May 1, 2010 Comments off

In honor of Mailman reminder day — and I know everyone got their monthy reminders today from the various mailing lists that you all belong to — I thought I’d shock everyone by not going six months before blogging again.

Since my mailing list memberships are a smorgasbord of different Free/Open Source Software topics, I’m just going to take this opportunity to catch up on a few — OK, several — topics which I should have touched on over the past few months. Like:

It might work better this way: One day while Mirano and I found we had some time to kill and found ourselves close to a Best Buy (lucky us), we got to give the iPad a try. As some of you know, my distaste is legendary for netbooks and any other technology that’s, well, hard to physically handle. Such is the case with the iPad and, at one point, I was unable to clear the screen. So I instinctively shook it like an Etch-a-Sketch, but bear in mind that doesn’t work. Darling daughter came to the rescue, pushing a big-as-life button on the front to get back to the desktop. I still like the prospect of shaking it like an Etch-a-Sketch to bring it back to the desktop, but I am sure that this is not forthcoming from Apple.

Small, but informative: I didn’t comment on this either way, but the MySQL conference earlier this month in Santa Clara — held under the ominous shadow of the purchase of Sun by a huge database conglomerate whose CEO is also named Larry — was a lot smaller than in years past. Nevertheless, it was a pretty informative event. Working the Entrance booth with Tod Landis and Chris Busick, a few laps around the floor garnered an education in the latest database developments — but don’t ask me to repeat them. It was great to see MariaDB’s Kurt von Finck once again, as well as to talk to the MariaDB folks about their project, now that MySQL may be in peril.

The definition of insanity . . . : SCO’s at it again. They lost by judge (Dale Kimball’s summary judgment ruling) and they lost by jury just recently. Groklaw reported last week that SCO is behaving in the same way expecting a different result by filing papers that, according to The Register’s description, “saying the jury hearing its case over whether SCO owned the Unix copyright, and that found for Novell last month, was either too stupid, too confused or too distracted to grasp the compelling power of its evidence.” Puh-leeze.
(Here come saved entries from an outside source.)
namespace PathService.Engine.Model;

/// <summary>
/// Global direction of a node: the three translations (X, Y, Z = 0..2) and the three rotations about the global axes
/// (RotationX/Y/Z = 3..5, right-hand rule). A node has rotational unknowns only when a beam end holding some rotation
/// connects to it (see <see cref="DofMap"/>).
/// </summary>
public enum Axis { X = 0, Y = 1, Z = 2, RotationX = 3, RotationY = 4, RotationZ = 5 }

/// <summary>Which plane a member's bow imperfection lies in: bending towards local y or towards local z.</summary>
public enum BowPlane { LocalY = 0, LocalZ = 1 }

/// <summary>
/// End releases of a beam at one end: a released rotation is a hinge for that component (the end moment about that
/// local axis is zero). Torsion is the rotation about local x; BendingY and BendingZ the rotations about local y and z.
/// An end with all three released transmits forces only, like a bar's pin.
/// </summary>
public sealed record BeamEndReleases(bool Torsion = false, bool BendingY = false, bool BendingZ = false)
{
    /// <summary>A rigid end: every rotation held.</summary>
    public static BeamEndReleases Rigid { get; } = new();
    /// <summary>A pinned end: every rotation released.</summary>
    public static BeamEndReleases Pinned { get; } = new(true, true, true);
    /// <summary>Whether the end holds at least one rotation (then the node it connects to carries rotations).</summary>
    public bool HoldsRotation => !(Torsion && BendingY && BendingZ);
}

/// <summary>A joint of the structure at its initial (stress-free unless stated) position.</summary>
public sealed record NodeDefinition(string Id, double X, double Y, double Z);

/// <summary>
/// A pin-ended bar between two nodes: Young's modulus, undeformed cross-section area A0 and an optional
/// initial second Piola-Kirchhoff stress (prestress, positive in tension) present before any load.
/// </summary>
public sealed record BarDefinition(string Id, string StartNode, string EndNode, double ElasticModulus, double Area, double InitialStress = 0.0)
{
    /// <summary>Mass density (mass per unit volume in units consistent with force and length: t/m³ with kN and m); 0 = weightless.</summary>
    public double Density { get; init; }
    /// <summary>Tension-only (cable), compression-only, or both (default).</summary>
    public Elements.BarBehavior Behavior { get; init; }
    /// <summary>Yield stress for elastic-perfectly-plastic behavior, same in tension and compression; 0 = elastic throughout.</summary>
    public double YieldStress { get; init; }
    /// <summary>Second moment of area of the section for the Euler check π²EI/(KL)²; 0 = no buckling check.</summary>
    public double SecondMoment { get; init; }
    /// <summary>Effective-length factor K of the Euler check (1 for pin-ended members).</summary>
    public double EffectiveLengthFactor { get; init; } = 1.0;
}

/// <summary>
/// A beam-column between two nodes (corotational formulation over a linear elastic beam): moduli E and G, section area
/// A, second moments I_y and I_z about the local y and z axes, torsion constant J, and an orientation vector that fixes
/// the local axes. Local x runs from the start node to the end node; local y lies in the plane of x and the orientation
/// vector, on the side the vector points to (y = normalised v − (v·x)x); local z = x × y. The orientation vector must not
/// be parallel to the member.
/// </summary>
public sealed record BeamDefinition(string Id, string StartNode, string EndNode, double ElasticModulus, double ShearModulus,
    double Area, double SecondMomentY, double SecondMomentZ, double TorsionConstant, (double X, double Y, double Z) Orientation)
{
    /// <summary>Releases at the start node (default: rigid).</summary>
    public BeamEndReleases StartReleases { get; init; } = BeamEndReleases.Rigid;
    /// <summary>Releases at the end node (default: rigid).</summary>
    public BeamEndReleases EndReleases { get; init; } = BeamEndReleases.Rigid;
    /// <summary>Number of elements the member is divided into (n ≥ 1); intermediate nodes get the ids "&lt;beam id&gt;#k", k = 1..n−1.</summary>
    public int Subdivisions { get; init; } = 1;
    /// <summary>
    /// Amplitude of a half-sine bow imperfection at mid-length (length unit, signed: positive towards +local y or +local z
    /// of <see cref="BowPlane"/>); 0 = straight. Applied to the intermediate nodes, so it needs <see cref="Subdivisions"/> ≥ 2.
    /// </summary>
    public double BowAmplitude { get; init; }
    /// <summary>The local plane the bow lies in.</summary>
    public BowPlane BowPlane { get; init; } = BowPlane.LocalY;
}

/// <summary>
/// A linear spring from a node to the ground acting on one global direction (an elastic bearing): force per length for a
/// translation, moment per radian for a rotation (RotationX/Y/Z).
/// </summary>
public sealed record GroundSpringDefinition(string Id, string Node, Axis Direction, double Stiffness);

/// <summary>A linear spring between two nodes acting on the difference of their displacements along one global direction.</summary>
public sealed record LinkSpringDefinition(string Id, string StartNode, string EndNode, Axis Direction, double Stiffness);

/// <summary>A restrained direction of a node, held at a prescribed displacement (zero for a plain support) throughout the analysis.</summary>
public sealed record SupportDefinition(string Node, Axis Direction, double PrescribedDisplacement = 0.0);

/// <summary>A nodal force vector in the model's force unit, with an optional nodal moment (force × length, about the global axes).</summary>
public sealed record NodalLoad(string Node, double Fx, double Fy, double Fz)
{
    /// <summary>Moment about global x; needs a node with rotational unknowns.</summary>
    public double Mx { get; init; }
    /// <summary>Moment about global y; needs a node with rotational unknowns.</summary>
    public double My { get; init; }
    /// <summary>Moment about global z; needs a node with rotational unknowns.</summary>
    public double Mz { get; init; }
    /// <summary>Whether any moment component is non-zero.</summary>
    public bool HasMoment => Mx != 0 || My != 0 || Mz != 0;
}

/// <summary>A displacement component watched along the path (and the control variable of displacement control).</summary>
public sealed record DofReference(string Node, Axis Direction)
{
    public override string ToString() => $"{Node}.{Direction.ToString().ToLowerInvariant()}";
}

/// <summary>
/// The load case: F(λ) = F_const + λ·F_ref. The constant part is applied in full before tracing starts;
/// the reference part is scaled by the load factor λ.
/// </summary>
public sealed record LoadCaseDefinition(IReadOnlyList<NodalLoad> Constant, IReadOnlyList<NodalLoad> Reference)
{
    public static LoadCaseDefinition ReferenceOnly(params NodalLoad[] reference) => new([], reference);
}

/// <summary>A load set: a named set of nodal loads. With <see cref="SelfWeight"/> it also carries the bars' weight.</summary>
public sealed record LoadSet(string Name, IReadOnlyList<NodalLoad> Loads, bool SelfWeight = false);

/// <summary>A load set taken with a factor into a combination.</summary>
public sealed record LoadSetFactor(string LoadSet, double Factor);

/// <summary>
/// A factored combination of load sets: the constant part is applied in full, the reference part is scaled by λ.
/// Example (EN 1990, eq. 6.10): constant 1.35·permanent, reference 1.5·snow; or (ASCE 7, 2.3.1) 1.2·dead constant and
/// 1.6·live as reference. The combination is added to any loads given directly in the load case.
/// </summary>
public sealed record LoadCombination(string Name, IReadOnlyList<LoadSetFactor> Constant, IReadOnlyList<LoadSetFactor> Reference);

/// <summary>Labels of the consistent unit system the numbers are given in; echoed in every report.</summary>
public sealed record UnitLabels(string Force = "kN", string Length = "m");

/// <summary>Everything the caller declares about a structure, before validation. Build an immutable <see cref="StructuralModel"/> from it.</summary>
public sealed record ModelDefinition
{
    public string Name { get; init; } = "model";
    public UnitLabels Units { get; init; } = new();
    public IReadOnlyList<NodeDefinition> Nodes { get; init; } = [];
    public IReadOnlyList<BarDefinition> Bars { get; init; } = [];
    public IReadOnlyList<BeamDefinition> Beams { get; init; } = [];
    public IReadOnlyList<GroundSpringDefinition> GroundSprings { get; init; } = [];
    public IReadOnlyList<LinkSpringDefinition> LinkSprings { get; init; } = [];
    public IReadOnlyList<SupportDefinition> Supports { get; init; } = [];
    public LoadCaseDefinition Loads { get; init; } = new([], []);
    public IReadOnlyList<LoadSet> LoadSets { get; init; } = [];
    public LoadCombination? Combination { get; init; }
    /// <summary>Gravitational acceleration vector for self-weight (length/s²); default 9.81 downward along z.</summary>
    public (double X, double Y, double Z) Gravity { get; init; } = (0, 0, -9.81);
}
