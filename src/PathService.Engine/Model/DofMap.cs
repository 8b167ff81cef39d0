namespace PathService.Engine.Model;

/// <summary>
/// Numbering of the degrees of freedom: three translations per node in the full vector
/// (index 3·node + axis), and the free ones (not restrained by a support) numbered 0..FreeCount-1
/// in node order. Restrained directions are dropped from the equations; their prescribed values
/// stay in the full displacement vector.
/// </summary>
public sealed class DofMap
{
    /// <summary>Free equation number of each full DOF, or -1 when the direction is restrained.</summary>
    public int[] EquationOf { get; }

    /// <summary>Full DOF index of each free equation.</summary>
    public int[] FullOf { get; }

    public int FullCount => EquationOf.Length;
    public int FreeCount => FullOf.Length;

    public DofMap(int nodeCount, IReadOnlyCollection<int> restrainedFullDofs)
    {
        EquationOf = new int[3 * nodeCount];
        foreach (int d in restrainedFullDofs) EquationOf[d] = -1;
        var free = new List<int>(3 * nodeCount);
        for (int d = 0; d < EquationOf.Length; d++)
        {
            if (EquationOf[d] == -1) continue;
            EquationOf[d] = free.Count;
            free.Add(d);
        }
        FullOf = free.ToArray();
    }

    public static int Full(int node, Axis axis) => 3 * node + (int)axis;

    /// <summary>Copies the free entries of a full vector into a free vector.</summary>
    public void Gather(ReadOnlySpan<double> full, Span<double> free)
    {
        for (int e = 0; e < FullOf.Length; e++) free[e] = full[FullOf[e]];
    }

    /// <summary>Writes a free vector into the free entries of a full vector, leaving restrained entries alone.</summary>
    public void Scatter(ReadOnlySpan<double> free, Span<double> full)
    {
        for (int e = 0; e < FullOf.Length; e++) full[FullOf[e]] = free[e];
    }
}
Visiting an old friend: When I first converted to FOSS back in 2006 (has it been that long?), I was a regular visitor to Distrowatch; regular visitor as in my morning ritual would include coffee, boot the computer, go to Distrowatch (and then, read and sometimes download. I went to the site again for the first time in several months to find it comfortably familiar in look, but with a number of distros I hadn’t heard of before, like Chakra, EasyPeasy, blackPanther, moonOS and ZevinOS, for starters. If ever I have time again, I should download some of them and give them a shot.

More to follow. Watch this space.

[FSF Associate Member](Fedora ambassador Larry Cafiero runs Redwood Digital Research in Felton, California, and is an associate member of the Free Software Foundation.)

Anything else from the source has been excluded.